Yuui and Sakura are in the shuttle. He sets off in the other direction, clad in a sleeveless shirt and thin shorts, no feet, no clothes, no shocks. the ship shakes as she takes another blow; captain is roaring threats and speakers are faithfully relaying them from every corner - "Don't cross me, you motherfucking slag-scrappers, don't you cross me if you value your lives!"
it's snowing in hong kong and raining on tokyo, and his eyes hurt. now, today, fai climbed the hatch to the bridge without difficulty. he was where he was supposed to be. he had a job to do.
It was a bad idea to cry in a space suit. That lesson every spacer kid learned, whether from the lectures in the safety training classes or (more definitively) from painful experience out in the field. Everyone learned, sooner or later, the three big nevers once the helmet was down and sealed: never throw up, never cry, and for the love of god don't sneeze.

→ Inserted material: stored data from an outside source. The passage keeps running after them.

def solve_network(
    bus: Bus,
    s: ArrayLike,
    topo: Topology | None = None,
    driver_names: "tuple[str, ...] | None" = None,
    variants: NetworkVariants | None = None,
    kinds: Branching | None = None,
) -> Network:
    """Steps 1-3 of the module docstring: branch admittances, both sweeps, outward voltage ratios.

    driver_names: the drivers the network will be asked about (None: every node that may drive); the sweeps
    only cover what they need. variants: n_v variants of cable and loads (None: the plan itself, n_v = 1).
    kinds: branching(topo, variants), when the caller solves the same layout more than once.
    """
    topo = build_topology(bus) if topo is None else topo
    var = nominal_variant(bus, topo) if variants is None else variants
    kinds = branching(topo, var) if kinds is None else kinds
    s_arr = np.atleast_1d(np.asarray(s, dtype=complex))
    n_s = s_arr.size
    # the cable's own terms once per distinct cable: variants that differ in their loads alone share them
    cables = list(dict.fromkeys(var.cables))
    cable_of = np.array([cables.index(c) for c in var.cables])  # (n_v,)
    z = np.stack([series_impedance_ohm_per_m(c, s_arr) for c in cables])  # (n_c, n_s)
    y = np.stack([shunt_admittance_siemens_per_m(c, s_arr) for c in cables])
    speed_c = np.array([propagation_velocity_m_per_s(c.velocity_factor) for c in cables])
    speed = speed_c[cable_of]
    n_v = speed.size
    k_count = topo.n_junctions
    k_trunk = topo.junction_position_m.size

    # 1. branches: identical ones (same stub length and load in every variant) share one computation
    loads = [var.conductance_siemens, var.capacitance_f, var.series_rc_ohm, var.series_rc_f]
    stub_kind = kinds.stub_kind
    stubs = _sections(z, y, s_arr, speed_c, kinds.stub_len_m, cable_of)
    g_k, c_k, rc_ohm_k, rc_f_k = (a[:, kinds.first] for a in loads)
    y_load = _load_admittance(g_k, c_k, rc_ohm_k, rc_f_k, s_arr)  # (n_v, n_kinds, n_s)
    zt_k = stubs.z_tanh_ohm[:, stub_kind]
    yt_k = stubs.y_tanh_siemens[:, stub_kind]
    inv_k = 1.0 / (1.0 + zt_k * y_load)
    branch_y = np.ascontiguousarray(np.moveaxis((yt_k + y_load) * inv_k, 1, 0))  # (n_kinds, n_v, n_s)
    rx_stub = np.ascontiguousarray(np.moveaxis(stubs.sech_advanced[:, stub_kind] * inv_k, 1, 0))
    y_shunt = np.zeros((k_count, n_v, n_s), dtype=complex)
    bj, starts = kinds.shunt_junction, kinds.starts
    y_shunt[bj[starts]] = branch_y[kinds.shunt_kind[starts]]
    for e in kinds.further:  # further branches sharing a junction
        y_shunt[bj[e]] += branch_y[kinds.shunt_kind[e]]

    # 2-3. sweeps along the lines, then along the trunk, with the voltage ratio across every section on the way
    seg_of = kinds.seg_of
    seg = _sections(z, y, s_arr, speed_c, kinds.seg_len_m, cable_of)
    sech = np.ascontiguousarray(np.moveaxis(seg.sech_advanced, 1, 0))  # (n_len, n_v, n_s)
    zt = np.ascontiguousarray(np.moveaxis(seg.z_tanh_ohm, 1, 0))
    yt = np.ascontiguousarray(np.moveaxis(seg.y_tanh_siemens, 1, 0))
    n_line_k = k_count - k_trunk
    y_down = np.zeros((n_line_k, n_v, n_s), dtype=complex)
    ratio_down = np.empty((n_line_k, n_v, n_s), dtype=complex)
    y_up = np.zeros((n_line_k, n_v, n_s), dtype=complex)
    ratio_up = np.ones((n_line_k, n_v, n_s), dtype=complex)
    line_y = np.empty((topo.line_junction.size, n_v, n_s), dtype=complex)

    def into(u: int, beyond: np.ndarray) -> tuple[np.ndarray, np.ndarray]:
        """Admittance into a section of length index u loaded by `beyond`, and V_far / V_near exp(s l / v)."""
        inv = 1.0 / (1.0 + zt[u] * beyond)
        return (yt[u] + beyond) * inv, sech[u] * inv

    line_seg = kinds.line_seg_of
    for i in range(topo.line_junction.size):  # outward from each line's far end
        first, stop = topo.line_start[i] - k_trunk, topo.line_start[i + 1] - k_trunk
        for g in range(stop - 1, first - 1, -1):
            admittance, ratio_down[g] = into(line_seg[g], y_shunt[k_trunk + g] + y_down[g])
            if g > first:
                y_down[g - 1] = admittance
            else:
                line_y[i] = admittance
        y_shunt[topo.line_junction[i]] += line_y[i]
    # rows the drivers need are filled by the sweeps below (the others are never read); the ends see nothing
    y_left = np.empty((k_trunk, n_v, n_s), dtype=complex)
    y_right = np.empty((k_trunk, n_v, n_s), dtype=complex)
    y_left[0] = 0.0
    y_right[-1] = 0.0
    ratio_left = np.empty((k_trunk - 1, n_v, n_s), dtype=complex)
    ratio_right = np.empty((k_trunk - 1, n_v, n_s), dtype=complex)
    beyond = np.empty((n_v, n_s), dtype=complex)
    inv = np.empty((n_v, n_s), dtype=complex)
    # only the parts the drivers need: left of the rightmost driver, right of the leftmost (a driver on a line
    # needs the trunk on both sides of its line's junction)
    names = tuple(topo.driver_branch) if driver_names is None else driver_names
    driver_junctions = topo.branch_junction[[topo.driver_branch[name] for name in names]]
    line_of = [topo.line_of(int(j)) for j in driver_junctions]
    driver_lines = sorted(set(line_of) - {-1})
    driver_junctions = np.array(
        [j if i < 0 else topo.line_junction[i] for j, i in zip(driver_junctions, line_of, strict=True)]
    )
    for k in range(int(driver_junctions.max())):
        u = seg_of[k]
        np.add(y_shunt[k], y_left[k], out=beyond)
        np.multiply(zt[u], beyond, out=inv)
        inv += 1.0
        np.reciprocal(inv, out=inv)
        beyond += yt[u]
        np.multiply(beyond, inv, out=y_left[k + 1])
        np.multiply(sech[u], inv, out=ratio_left[k])  # V_k / V_{k+1}
    for k in range(k_trunk - 2, int(driver_junctions.min()) - 1, -1):
        u = seg_of[k]
        np.add(y_shunt[k + 1], y_right[k + 1], out=beyond)
        np.multiply(zt[u], beyond, out=inv)
        inv += 1.0
        np.reciprocal(inv, out=inv)
        beyond += yt[u]
        np.multiply(beyond, inv, out=y_right[k])
        np.multiply(sech[u], inv, out=ratio_right[k])  # V_{k+1} / V_k
    for i in driver_lines:  # toward the trunk along each line a driver is on
        first, stop = topo.line_start[i] - k_trunk, topo.line_start[i + 1] - k_trunk
        j = topo.line_junction[i]
        behind = y_shunt[j] - line_y[i] + y_left[j] + y_right[j]
        for g in range(first, stop):
            y_up[g], ratio_up[g] = into(line_seg[g], behind)
            behind = y_shunt[k_trunk + g] + y_up[g]
    return Network(
        topology=topo,
        s=s_arr,
        speed_m_per_s=speed,
        source_ohm=np.asarray(var.source_ohm, dtype=float),
        stub_of=kinds.kind_of,
        stub_sech=np.ascontiguousarray(np.moveaxis(stubs.sech_advanced[:, stub_kind], 1, 0)),
        stub_z_tanh_ohm=np.ascontiguousarray(np.moveaxis(zt_k, 1, 0)),
        stub_y_tanh_siemens=np.ascontiguousarray(np.moveaxis(yt_k, 1, 0)),
        branch_y=branch_y,
        y_shunt=y_shunt,
        y_left=y_left,
        y_right=y_right,
        ratio_right=ratio_right,
        ratio_left=ratio_left,
        rx_stub=rx_stub,
        y_down=y_down,
        ratio_down=ratio_down,
        y_up=y_up,
        ratio_up=ratio_up,
        line_y=line_y,
    )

She knew that, but she couldn't help it now, strapped into the pilot seat of the Mokona's shuttle as tears poured steadily down her face. If only she could have reached up and opened the visor of her suit she could at least have wiped her eyes... but that was a stupid thing to do when navigating small craft in the middle of a battlefield, and she knew it too well.
Syaoran's suit was still out of sight, nothing more than a distant speck against the unwavering stars and a set of telemetry readouts on Mokona's computer. His audio channel was still open, the only link left between them, and she could hear the terrified, gasping sobs he made with every breath; they tore answering sobs from her own chest, even as she pleaded with him not to be afraid.
"It's all right, Syaoran," she said, and paused to take a deep breath in through her nose, out through her mouth, and again. "It's gonna be okay. We're coming to get you, we're bringing the shuttle after you. Yuui's here, he's going to do a spacewalk and bring you back, so just hang on, okay? We aren't going to leave you, we aren't going to abandon you. Just hang on..."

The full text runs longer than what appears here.